***** Supplied data
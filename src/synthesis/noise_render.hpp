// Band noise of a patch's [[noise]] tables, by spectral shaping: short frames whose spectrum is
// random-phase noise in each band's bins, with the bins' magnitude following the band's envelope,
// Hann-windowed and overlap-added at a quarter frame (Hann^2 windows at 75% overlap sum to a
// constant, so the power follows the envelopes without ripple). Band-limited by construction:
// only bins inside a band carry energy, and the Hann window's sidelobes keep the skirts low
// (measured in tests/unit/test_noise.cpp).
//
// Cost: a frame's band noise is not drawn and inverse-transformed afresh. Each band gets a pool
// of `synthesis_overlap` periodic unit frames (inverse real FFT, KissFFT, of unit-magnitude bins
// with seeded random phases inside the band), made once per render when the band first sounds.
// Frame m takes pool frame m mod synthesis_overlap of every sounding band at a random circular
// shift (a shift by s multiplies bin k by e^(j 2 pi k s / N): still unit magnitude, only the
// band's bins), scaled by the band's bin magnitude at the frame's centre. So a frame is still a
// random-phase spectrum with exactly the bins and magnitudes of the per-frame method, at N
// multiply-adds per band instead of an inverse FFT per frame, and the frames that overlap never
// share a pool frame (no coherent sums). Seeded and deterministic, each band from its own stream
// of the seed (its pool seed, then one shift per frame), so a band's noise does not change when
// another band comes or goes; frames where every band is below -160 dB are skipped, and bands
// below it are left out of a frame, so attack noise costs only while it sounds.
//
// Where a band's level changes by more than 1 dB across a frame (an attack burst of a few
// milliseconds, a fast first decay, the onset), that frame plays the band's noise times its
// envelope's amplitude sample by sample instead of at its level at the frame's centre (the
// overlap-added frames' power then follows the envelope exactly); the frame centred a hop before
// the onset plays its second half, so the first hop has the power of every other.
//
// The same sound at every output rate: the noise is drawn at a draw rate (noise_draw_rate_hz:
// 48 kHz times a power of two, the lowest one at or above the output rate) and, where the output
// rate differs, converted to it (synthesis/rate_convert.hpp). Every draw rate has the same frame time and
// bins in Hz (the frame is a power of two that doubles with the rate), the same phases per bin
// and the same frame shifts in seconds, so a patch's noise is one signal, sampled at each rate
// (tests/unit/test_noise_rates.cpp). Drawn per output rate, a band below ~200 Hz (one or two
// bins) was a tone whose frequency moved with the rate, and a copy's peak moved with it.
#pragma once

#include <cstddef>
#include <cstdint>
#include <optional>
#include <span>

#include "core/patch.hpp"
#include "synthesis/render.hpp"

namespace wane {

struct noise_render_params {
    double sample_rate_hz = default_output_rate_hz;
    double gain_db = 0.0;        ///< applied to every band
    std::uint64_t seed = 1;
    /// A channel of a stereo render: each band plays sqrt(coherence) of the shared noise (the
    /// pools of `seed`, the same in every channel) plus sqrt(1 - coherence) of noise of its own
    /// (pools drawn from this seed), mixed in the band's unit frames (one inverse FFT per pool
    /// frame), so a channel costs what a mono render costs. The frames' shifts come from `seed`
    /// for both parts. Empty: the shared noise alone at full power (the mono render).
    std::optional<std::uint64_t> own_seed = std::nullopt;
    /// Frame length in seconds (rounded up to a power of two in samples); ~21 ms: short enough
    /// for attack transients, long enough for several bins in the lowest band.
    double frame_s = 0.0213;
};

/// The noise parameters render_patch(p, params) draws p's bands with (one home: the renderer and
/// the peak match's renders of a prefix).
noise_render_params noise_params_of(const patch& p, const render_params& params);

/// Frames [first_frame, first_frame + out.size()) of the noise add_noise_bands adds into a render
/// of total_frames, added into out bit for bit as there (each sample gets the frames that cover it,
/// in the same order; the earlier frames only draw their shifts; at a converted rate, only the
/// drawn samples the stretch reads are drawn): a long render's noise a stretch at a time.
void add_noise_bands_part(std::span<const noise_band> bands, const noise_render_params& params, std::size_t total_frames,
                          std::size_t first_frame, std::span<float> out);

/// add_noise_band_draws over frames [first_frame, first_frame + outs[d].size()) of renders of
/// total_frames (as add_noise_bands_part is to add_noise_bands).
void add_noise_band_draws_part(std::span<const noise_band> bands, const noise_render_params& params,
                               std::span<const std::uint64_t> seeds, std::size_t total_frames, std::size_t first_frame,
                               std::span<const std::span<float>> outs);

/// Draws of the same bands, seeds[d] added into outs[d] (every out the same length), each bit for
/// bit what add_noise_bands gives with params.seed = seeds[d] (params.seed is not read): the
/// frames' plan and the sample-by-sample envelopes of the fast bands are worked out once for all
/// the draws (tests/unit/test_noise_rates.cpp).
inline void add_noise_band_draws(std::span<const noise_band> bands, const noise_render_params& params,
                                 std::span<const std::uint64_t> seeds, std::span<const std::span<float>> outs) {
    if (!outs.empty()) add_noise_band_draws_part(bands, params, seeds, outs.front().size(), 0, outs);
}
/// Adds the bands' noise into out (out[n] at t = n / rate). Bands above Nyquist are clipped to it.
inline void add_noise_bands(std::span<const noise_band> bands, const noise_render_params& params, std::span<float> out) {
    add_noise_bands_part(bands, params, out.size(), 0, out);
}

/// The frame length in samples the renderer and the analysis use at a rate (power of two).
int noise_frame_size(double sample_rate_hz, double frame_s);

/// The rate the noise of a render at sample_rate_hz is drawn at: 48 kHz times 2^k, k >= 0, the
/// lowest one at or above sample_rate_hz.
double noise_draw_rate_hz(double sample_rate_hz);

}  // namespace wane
**********
***** Supplied data
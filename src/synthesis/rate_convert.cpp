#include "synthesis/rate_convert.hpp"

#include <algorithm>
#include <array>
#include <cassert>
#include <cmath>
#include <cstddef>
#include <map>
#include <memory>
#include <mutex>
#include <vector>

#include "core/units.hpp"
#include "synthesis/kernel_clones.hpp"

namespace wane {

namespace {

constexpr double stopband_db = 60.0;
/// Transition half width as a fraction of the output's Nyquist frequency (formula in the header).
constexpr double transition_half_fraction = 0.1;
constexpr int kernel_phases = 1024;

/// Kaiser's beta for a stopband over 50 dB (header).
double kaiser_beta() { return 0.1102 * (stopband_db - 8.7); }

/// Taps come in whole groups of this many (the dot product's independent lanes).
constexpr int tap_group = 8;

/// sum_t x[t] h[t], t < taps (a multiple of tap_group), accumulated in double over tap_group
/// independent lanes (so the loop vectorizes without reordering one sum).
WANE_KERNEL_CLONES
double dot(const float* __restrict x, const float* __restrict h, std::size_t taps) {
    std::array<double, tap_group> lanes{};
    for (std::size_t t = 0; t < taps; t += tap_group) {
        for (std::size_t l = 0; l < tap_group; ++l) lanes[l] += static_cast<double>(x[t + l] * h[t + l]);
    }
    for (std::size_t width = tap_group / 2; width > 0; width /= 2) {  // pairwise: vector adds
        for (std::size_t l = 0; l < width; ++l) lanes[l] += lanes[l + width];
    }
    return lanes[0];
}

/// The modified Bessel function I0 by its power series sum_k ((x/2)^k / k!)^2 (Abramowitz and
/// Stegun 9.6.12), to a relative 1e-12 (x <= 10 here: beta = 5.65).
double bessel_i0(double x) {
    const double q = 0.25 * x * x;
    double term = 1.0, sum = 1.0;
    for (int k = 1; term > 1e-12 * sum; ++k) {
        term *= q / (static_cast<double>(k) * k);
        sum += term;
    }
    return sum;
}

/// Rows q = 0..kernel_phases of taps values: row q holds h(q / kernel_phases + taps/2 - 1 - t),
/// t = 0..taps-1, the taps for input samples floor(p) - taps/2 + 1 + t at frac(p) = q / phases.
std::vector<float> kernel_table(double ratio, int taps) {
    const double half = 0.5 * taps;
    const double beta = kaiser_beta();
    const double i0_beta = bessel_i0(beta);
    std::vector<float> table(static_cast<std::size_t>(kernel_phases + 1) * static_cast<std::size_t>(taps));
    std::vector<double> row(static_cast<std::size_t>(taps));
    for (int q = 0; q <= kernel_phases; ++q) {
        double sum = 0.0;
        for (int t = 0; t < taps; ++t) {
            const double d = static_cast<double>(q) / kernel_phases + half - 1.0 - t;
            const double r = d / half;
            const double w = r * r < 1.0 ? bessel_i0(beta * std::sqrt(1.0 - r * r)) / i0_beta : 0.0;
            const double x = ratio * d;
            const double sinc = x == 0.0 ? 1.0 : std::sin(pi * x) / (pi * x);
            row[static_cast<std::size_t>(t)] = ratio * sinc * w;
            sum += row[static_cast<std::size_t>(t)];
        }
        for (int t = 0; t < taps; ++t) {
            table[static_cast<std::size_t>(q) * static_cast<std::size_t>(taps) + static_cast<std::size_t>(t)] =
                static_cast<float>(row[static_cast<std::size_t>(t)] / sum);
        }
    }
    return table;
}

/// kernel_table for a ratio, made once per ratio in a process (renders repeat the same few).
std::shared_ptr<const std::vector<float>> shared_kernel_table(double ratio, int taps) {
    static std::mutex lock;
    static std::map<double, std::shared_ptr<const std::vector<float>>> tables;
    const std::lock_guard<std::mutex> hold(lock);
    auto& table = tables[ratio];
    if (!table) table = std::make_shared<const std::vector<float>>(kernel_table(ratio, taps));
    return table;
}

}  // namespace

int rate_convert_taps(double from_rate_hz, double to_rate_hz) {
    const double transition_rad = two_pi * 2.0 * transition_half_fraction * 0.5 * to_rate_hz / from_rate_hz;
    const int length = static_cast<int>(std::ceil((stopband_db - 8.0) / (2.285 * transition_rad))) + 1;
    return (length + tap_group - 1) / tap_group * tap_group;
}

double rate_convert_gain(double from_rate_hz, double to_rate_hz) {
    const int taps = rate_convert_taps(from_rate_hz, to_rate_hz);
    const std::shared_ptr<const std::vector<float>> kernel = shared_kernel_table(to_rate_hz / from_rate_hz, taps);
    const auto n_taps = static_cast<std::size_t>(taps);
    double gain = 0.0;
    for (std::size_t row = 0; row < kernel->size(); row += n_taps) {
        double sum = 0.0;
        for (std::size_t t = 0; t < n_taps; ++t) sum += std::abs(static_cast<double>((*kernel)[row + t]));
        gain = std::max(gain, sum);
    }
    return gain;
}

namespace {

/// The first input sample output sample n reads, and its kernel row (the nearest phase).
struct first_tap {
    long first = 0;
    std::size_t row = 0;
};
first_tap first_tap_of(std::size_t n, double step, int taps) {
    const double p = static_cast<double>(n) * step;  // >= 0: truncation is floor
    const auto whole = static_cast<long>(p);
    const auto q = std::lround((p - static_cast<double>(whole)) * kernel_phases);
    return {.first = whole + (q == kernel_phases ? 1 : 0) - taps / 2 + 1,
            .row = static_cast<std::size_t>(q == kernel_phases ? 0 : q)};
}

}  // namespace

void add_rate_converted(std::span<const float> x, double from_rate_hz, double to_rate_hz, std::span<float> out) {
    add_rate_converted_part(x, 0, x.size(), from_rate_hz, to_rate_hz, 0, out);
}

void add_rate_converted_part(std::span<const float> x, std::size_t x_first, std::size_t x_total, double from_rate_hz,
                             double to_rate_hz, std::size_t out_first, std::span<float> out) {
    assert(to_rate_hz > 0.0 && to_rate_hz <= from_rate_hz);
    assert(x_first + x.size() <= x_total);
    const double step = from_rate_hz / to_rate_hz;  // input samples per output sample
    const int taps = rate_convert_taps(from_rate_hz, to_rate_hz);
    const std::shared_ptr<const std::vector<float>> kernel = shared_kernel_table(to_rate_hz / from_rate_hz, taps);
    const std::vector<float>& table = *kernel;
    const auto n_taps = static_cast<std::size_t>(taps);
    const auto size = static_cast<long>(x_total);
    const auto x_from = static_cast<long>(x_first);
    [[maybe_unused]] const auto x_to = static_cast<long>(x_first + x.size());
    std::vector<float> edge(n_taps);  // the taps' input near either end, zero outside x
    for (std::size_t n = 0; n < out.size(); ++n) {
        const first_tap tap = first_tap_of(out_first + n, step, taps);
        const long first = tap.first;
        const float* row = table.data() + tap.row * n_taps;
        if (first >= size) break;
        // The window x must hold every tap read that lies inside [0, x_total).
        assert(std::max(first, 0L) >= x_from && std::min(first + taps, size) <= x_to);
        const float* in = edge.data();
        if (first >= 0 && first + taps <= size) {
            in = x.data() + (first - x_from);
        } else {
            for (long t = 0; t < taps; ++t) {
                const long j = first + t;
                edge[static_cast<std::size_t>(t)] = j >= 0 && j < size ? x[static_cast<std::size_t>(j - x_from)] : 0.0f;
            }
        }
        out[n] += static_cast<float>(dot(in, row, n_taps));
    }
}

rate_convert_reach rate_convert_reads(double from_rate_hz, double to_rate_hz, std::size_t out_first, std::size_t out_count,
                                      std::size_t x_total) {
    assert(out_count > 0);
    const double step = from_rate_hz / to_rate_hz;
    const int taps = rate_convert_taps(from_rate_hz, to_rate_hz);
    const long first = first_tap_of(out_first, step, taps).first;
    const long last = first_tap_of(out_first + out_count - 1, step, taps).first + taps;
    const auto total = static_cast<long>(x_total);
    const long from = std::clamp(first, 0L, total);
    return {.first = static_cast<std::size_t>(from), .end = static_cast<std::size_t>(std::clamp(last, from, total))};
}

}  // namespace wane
**********
### What is expected
Copy all lines of the records in which the string "tests" can be found.

### Exercise response
// (measured in tests/unit/test_noise.cpp).
// (tests/unit/test_noise_rates.cpp). Drawn per output rate, a band below ~200 Hz (one or two
/// the draws (tests/unit/test_noise_rates.cpp).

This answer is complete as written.